Metadata-Version: 2.1
Name: rougek
Version: 0.1.2
Classifier: Programming Language :: Rust
Classifier: Programming Language :: Python :: Implementation :: CPython
Classifier: Programming Language :: Python :: Implementation :: PyPy
Requires-Python: >=3.7
Description-Content-Type: text/markdown; charset=UTF-8; variant=GFM

# ROUGE-K


## Run extraction

Give an input file contains summarization data samples and a path to save extracted keywords.

Input data needs to be in jsonline format, each line is a dictionaly containing one data sample.

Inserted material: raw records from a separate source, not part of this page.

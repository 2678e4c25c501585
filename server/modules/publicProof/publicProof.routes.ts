import type { Router } from 'express';
import * as contract from '@shared/contracts/proofs.contract';
import type { Deps } from '../../deps';
import { publicRoute } from '../../http/route';
import { shopOfToken } from '../../tenancy/shopToken';
import { proofUnknown } from '../proofs/proofs.errors';
import { publicKeysOf, publicProofByToken } from './publicProof.usecases';

/** Adds the addresses that whoever checks a proof asks, signed in or not. */
export const publicProofRoutes = (router: Router, deps: Deps): void => {
  publicRoute(router, deps, contract.publicProof, ({ params, inShop }) => {
    const shop = shopOfToken(params.token);
    if (!shop) throw proofUnknown();
    return inShop(shop, (tx) => publicProofByToken(deps, tx, params.token));
  });
  publicRoute(router, deps, contract.publicJwks, ({ params, inShop }) =>
    inShop(params.shop, (tx) => publicKeysOf(deps, tx)),
  );
};
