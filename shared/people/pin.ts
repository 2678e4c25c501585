/** Why a PIN is refused: not six digits, or one of the kinds that are guessed first (P4). */
export type PinProblem = 'notSixDigits' | 'allSame' | 'run' | 'repeated' | 'mirrored' | 'keypadPath';

const PATHS = ['147258', '258369', '147369', '741852', '852963', '963852', '159357', '159753', '789456', '456123'];

const reversed = (text: string): string => Array.from(text).reverse().join('');

function isRun(pin: string): boolean {
  const digits = Array.from(pin, Number);
  const steps = digits.slice(1).map((digit, i) => (digit - (digits[i] ?? 0) + 10) % 10);
  return steps.every((step) => step === 1) || steps.every((step) => step === 9);
}

/**
 * The first thing wrong with a PIN, or null. Refused (P4): all digits the same; a run up or down, also over 9 to 0; halves
 * or pairs that repeat (123123, 121212, 112233); the second half mirroring the first (123321); a straight path on the
 * keypad. Dates are let through: a tenth of all PINs would go, and whose birthday it might be is not known here.
 */
export function pinProblem(pin: string): PinProblem | null {
  if (!/^[0-9]{6}$/.test(pin)) return 'notSixDigits';
  if (/^(\d)\1{5}$/.test(pin)) return 'allSame';
  if (isRun(pin)) return 'run';
  if (/^(\d{3})\1$|^(\d{2})\2\2$|^(\d)\3(\d)\4(\d)\5$|^(\d)\6\6(\d)\7\7$/.test(pin)) return 'repeated';
  if (pin.slice(0, 3) === reversed(pin.slice(3))) return 'mirrored';
  return PATHS.includes(pin) || PATHS.includes(reversed(pin)) ? 'keypadPath' : null;
}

Each sample in input files need three information, (1) `source (List[str])`: List of sentences in source document, (2) `target (List[str])`: List of reference summaries, it can be a list with just one element (one sentence) if there is only one reference summary in your dataset, (3) `title (str)`: title of the source documents.

There is a sample data in `./tests/sample.jsonl`

```
rougek extract sample.jsonl output.jsonl
```

Resulting data (`output.jsonl` in the example above) is also a jsonline file, each line contains a list of keywords (`List[str]`) for one data sample.


## Run evaluation

### From python

You can evaluate your summaries by ROUGE-K in your python scripts as follows:

```py3
from rougek import RougeK

rk = RougeK()
hypo = "This is a generated summary."
kws = ["summary"]

result = rk(hypo, kws)
print(f"ROUGE-K: {result}.")
```


### From CLI

Of course, this package gives you an option as a CLI command so that you don't need to touch any python scripts.

By running the following command, you get an avg of ROUGE-K scores for your summaries.

```bash
> rougek evaluate /path/to/target.hypo /path/to/kws.jsonl
```

You can also evaluate multiple `.hypo` files in a directory by following,

```bash
> rougek evaluate_dir /dir/with/hypofiles /path/to/kws.jsonl
```

target hypo files need to have an extension of `.hypo` to be considered.